Drawing on Benjamin Barber’s conceptualisation of Strong Democracy (1998), I wish to link the discussion to wider debates in relation to various interrelated democratic struggles at local, national and global levels, including but not limited to issues of growing global inequality, privatisation, climate change and the proposed Trans-Atlantic TTIP trade deal”, states Margaret.

“I argue that the water protest struggle is linked to wider emancipatory struggles which use the democratic process to challenge the hegemony of corporate power in an increasingly unequal global economy.  I suggest that the water protest movement is a microcosm of wider democratic struggles across Europe and the world”.

“Failure to recognise these interlinkages and their adverse implications for a fairer society for all means that we inadvertently fail to see what is happening to our world, and the likely degraded and diminished world, in terms of hope and opportunity, that our children, grandchildren and generations yet to be born, will face now and into the future.”, she concluded.

Qatar – a World Cup graveyard?

Qatar rerun the vote

Among the many issues which Mother Jones championed was the protection of workers and ensuring that miners and factory workers worked in safe and decent working conditions. In spite of the passing of a century, tens of millions of workers are still denied basic human rights. None more so than the modern day slavery which is institutionalised in Qatar. This has been highlighted by the preparations for the World Cup in 2022. It is totally unacceptable that thousands should die to ensure we can enjoy the beautiful game in 2022.

 

David Joyce, the International Development Officer of the Irish Congress of Trade Unions (ICTU) will discuss the position at a lecture entitled “Qatar……a World Cup graveyard?” which will be held at the Firkin Crane in Shandon at 12 noon on Wednesday 30th July next, all welcome!

 

He makes the following points;

“Recent reports of corruption involved in the awarding of the 2022 World Cup to Qatar have cast doubt over its suitability as a venue for the Football World Cup.  Long before these revelations however, trade unions and human rights activists have been calling for a rerun of the vote for other reasons.

 

What’s wrong with working in Qatar?

Qatar is a government which takes no responsibility for workers. There are 1.4 million migrant workers in Qatar who have no rights.

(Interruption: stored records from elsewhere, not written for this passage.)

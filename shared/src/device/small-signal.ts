import { type CurrentModel, KERNEL_OUTPUTS, VDSAT, drainCurrentInto } from './drain-current.js';

export type Region = 'weak' | 'moderate' | 'strong';

const scratch = new Float64Array(KERNEL_OUTPUTS);

/** Region boundaries of the inversion coefficient: weak < 0.1 ≤ moderate ≤ 10 < strong (Binkley, Tradeoffs and Optimization in Analog CMOS Design, Wiley, 2008, ch. 3). */
export const WEAK_INVERSION_IC = 0.1;
export const STRONG_INVERSION_IC = 10;

/** IC = ID / I_spec, I_spec = 2·n·β·UT² (EKV normalisation; Enz & Vittoz, Charge-Based MOS Transistor Modeling, Wiley, 2006). */
export function inversionCoefficient(id: number, beta: number, n: number, ut: number): number {
  return id / (2 * n * beta * ut * ut);
}

export function regionOf(ic: number): Region {
  if (ic < WEAK_INVERSION_IC) return 'weak';
  return ic <= STRONG_INVERSION_IC ? 'moderate' : 'strong';
}

/**
 * VDSsat in volts. All-region: 2nUT·ln(1 + eˣ) + 4nUT·(1 − σ(x)), x = VOV/(2nUT), σ the logistic function:
 * → VOV in strong inversion, → 4nUT in weak inversion (where the model's reverse term e^(−VDS/(nUT)) is 1.8 %), smooth between.
 * Square law: max(VOV, 4UT): VOV as SPICE level 1, and 4UT in its exponential tail ((1 − e^(−4)) = 98 %).
 */
export function saturationVoltage(model: CurrentModel, vov: number, n: number, ut: number): number {
  drainCurrentInto(model, 1, n, ut, 0, vov, 1, scratch);
  return scratch[VDSAT];
}

export interface SmallSignal {
  id: number;
  gm: number;
  gmb: number;
  gds: number;
  /** 1/gds; null when gds = 0 (λ = 0 in saturation): infinite. */
  ro: number | null;
  gmId: number;
  /** gm/gds; null when gds = 0. */
  intrinsicGain: number | null;
  ic: number;
  region: Region;
  vdsat: number;
  saturated: boolean;
}

/**
 * Current and small-signal figures at one bias point. gmbRatio = dVT/dVSB = γ/(2√(2φF + VSB)), so
 * gmb = gm·γ/(2√(2φF + VSB)) (n held fixed in that derivative; exact when the process gives n).
 */
export function smallSignal(model: CurrentModel, beta: number, n: number, ut: number, lambda: number, vov: number, vds: number, gmbRatio: number): SmallSignal {
  drainCurrentInto(model, beta, n, ut, lambda, vov, vds, scratch);
  const [id, gm, gds, gmId, vdsat] = scratch;
  const ic = inversionCoefficient(id, beta, n, ut);
  return {
    id,
    gm,
    gmb: gm * gmbRatio,
    gds,
    ro: gds > 0 ? 1 / gds : null,
    gmId,
    intrinsicGain: gds > 0 ? gm / gds : null,
    ic,
    region: regionOf(ic),
    vdsat,
    saturated: vds >= vdsat,
  };
}
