import { COMPARED_FIGURES, type Comparison } from '../schemas/size.js';
import type { Model } from '../schemas/request-fields.js';
import { isEngineError } from './errors.js';

type Figures = Partial<Record<(typeof COMPARED_FIGURES)[number], number | null>>;

/** Each compared figure both results have: this one's value, the other's, and (value − other)/|other|. */
export function differencesOf(result: Figures, other: Figures): Comparison['differences'] {
  const differences: Comparison['differences'] = {};
  for (const figure of COMPARED_FIGURES) {
    const value = result[figure];
    const against = other[figure];
    if (typeof value !== 'number' || typeof against !== 'number' || !Number.isFinite(value) || !Number.isFinite(against)) continue;
    differences[figure] = { value, other: against, relative: against === 0 ? null : (value - against) / Math.abs(against) };
  }
  return differences;
}

/** The same targets sized with another model beside a result: its answer (or why it has none) and the differences. */
export function compareResults<T extends Figures>(result: T, model: Model, sizeOther: () => T): Comparison {
  try {
    const other = sizeOther();
    return { model, result: other as unknown as Comparison['result'], error: null, differences: differencesOf(result, other) };
  } catch (error) {
    if (!isEngineError(error)) throw error;
    return { model, result: null, error: { code: error.code, message: error.message, ...(error.field === undefined ? {} : { field: error.field }) }, differences: {} };
  }
}
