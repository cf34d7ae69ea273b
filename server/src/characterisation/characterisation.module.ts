import { Injectable, Module, type OnModuleDestroy } from '@nestjs/common';
import { SimulatorPool } from './simulator/simulator-pool.js';

/** The simulation workers of the server: one pool, sized to the machine's cores, stopped with the server. */
@Injectable()
export class SimulationWorkers extends SimulatorPool implements OnModuleDestroy {
  async onModuleDestroy(): Promise<void> {
    await this.destroy();
  }
}

/**
 * Characterising a process's model cards with ngspice into lookup tables (docs/characterisation.md). The pool
 * of simulation workers lives here; the jobs and their API build on it.
 */
@Module({
  providers: [{ provide: SimulationWorkers, useFactory: () => new SimulationWorkers() }],
  exports: [SimulationWorkers],
})
export class CharacterisationModule {}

  • 4000 workers could die before a ball is kicked in the 2022 World Cup.
  • 1200 workers have died since the World Cup was awarded in 2010, on available data from just two countries.

Qatar is a slave state. 1.4 million migrant workers are trapped in a broken system. Fundamental rights and freedoms do not exist for workers in Qatar whether for poor migrant workers or highly paid professional expatriates. Foreign workers are enslaved – owned by employers who hold the power of recruitment, total control over wages and conditions of employment, the authority to issue ID cards and the ability to refuse a change of employment or exit visa to leave the country. This is known as the kafala system.

 

Unions around the world have been calling on FIFA to rerun the vote for the Qatar 2022 World Cup unless Qatar respects workers’ rights. FIFA president Sepp Blatter has finally conceded the decision to award Qatar the World Cup was a mistake. But Qatar’s promises on labour laws have been purely cosmetic and it is time for FIFA to stand up for human rights. FIFA must use this opportunity to be a catalyst for change and ensure that the World Cup only takes place in Qatar if workers’ rights are fully guaranteed.

 

The five conditions the International Trade Union Confederation will impose are:

  • End Kafala;
  • Allow freedom of association and collective bargaining;
  • A minimum wage for all workers;
  • Introduce grievance procedures;
  • Work with responsible international recruitment agencies.”